Sub-processing circuitry configured to receive the first access request from the router, process data associated with the first access request, and translate the first physical address into a second virtual address; and

a first Memory Management Unit (MMU) configured to translate the second virtual address into a second physical address corresponding to a physical address region of the memory,

wherein the router is configured to receive a second access request from the first MMU that includes the second physical address and to send the second access request to the memory if the second physical address corresponds to a physical address region of the memory.

12. The application processor of claim 11, wherein

The first sub-processing circuit includes a compressor configured to compress or decompress data.

13. The application processor of claim 11, further comprising:

an Image Signal Processor (ISP) configured to perform image processing on image data, compress the processed image data, and generate a third virtual address of a virtual memory in which the compressed image data is to be stored; and

a second MMU configured to translate the third virtual address into a third physical address corresponding to a compression buffer to store the compressed image data in a physical address area of the memory by using a second page table including mapping information between physical addresses indicating physical address areas of the memory and virtual addresses indicating address areas of virtual memory identified by the ISP.

14. The application processor of claim 13, wherein the first MMU is configured to translate the second virtual address to the second physical address with reference to the second page table.

15. The application processor of claim 13,

wherein the router includes a cache configured to cache data stored in the memory, and

wherein the sub-processing circuit is configured to send a management request signal regarding caching to the router in relation to data stored in an area of the compression buffer corresponding to the second physical address.

16. The application processor of claim 15, wherein the sub-processing circuit is configured to send a management request signal to the router to prefetch data expected to be requested by the main processor from memory to the cache based on a pattern of data requested to be accessed by the main processor.

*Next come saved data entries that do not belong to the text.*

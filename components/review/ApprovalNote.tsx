'use client';

import { useQuery } from '@tanstack/react-query';
import { requestJson } from '@/components/api/request-json';
import { ChangeTime } from '@/components/circuits/ChangeTime';
import { circuitKey } from '@/components/editor/CircuitEditorPage';
import type { CircuitDetail } from '@/lib/circuits/get-circuit';

/** Which revision of the circuit is approved, by whom and when; or that none is. */
export function ApprovalNote({ circuitId }: { circuitId: string }) {
  const circuit = useQuery({ queryKey: circuitKey(circuitId), queryFn: ({ signal }) => requestJson<CircuitDetail>(`/api/circuits/${circuitId}`, signal) });
  if (!circuit.data) return null;
  const approval = circuit.data.approval;
  if (!approval) {
    return (
      <p className="text-xs text-ink-soft" data-testid="approval-note">
        No approved revision yet
      </p>
    );
  }
  return (
    <p className="text-xs text-ink" data-testid="approval-note">
      <span className="inline-block rounded-sm bg-accent-soft px-1 font-medium text-accent-strong">Approved</span> revision <span className="value">{approval.revisionNumber}</span> by {approval.decidedBy.name}, <ChangeTime iso={approval.decidedAt} />
    </p>
  );
}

17. A method of operating a system on a chip (SoC), the method comprising:

transmitting, by the processor, a first access request signal including a first physical address to the router;

transmitting, by the router, the first access request signal to the sub-processing circuit if the first physical address does not correspond to a physical address area of the memory;

Converting, by the sub-processing circuitry, the first physical address to a second physical address corresponding to a physical address region of the memory;

transmitting, by the sub-processing circuit, a second access request signal including the second physical address to the router; and

the second access request signal is sent by the router to the memory.

18. The method of claim 17, further comprising:

converting by the processor a first virtual address to the first physical address based on a page table,

wherein the page table includes mapping information between virtual addresses and effective physical addresses and shadow physical addresses,

wherein the effective physical address corresponds to the physical address area and the shadow physical address corresponds to a shadow physical address area outside of the physical address area of the memory.

19. The method of claim 17, further comprising:

decompressing, by the sub-processing circuit, the compressed data output from the memory in response to the second access request signal; and

at least some of the decompressed data is sent by the sub-processing circuitry to the processor via the router.

20. The method of claim 17, further comprising:

decrypting, by the sub-processing circuit, the encrypted data output from the memory in response to the second access request signal; and

at least some of the decrypted data is sent by the sub-processing circuit to the processor via the router.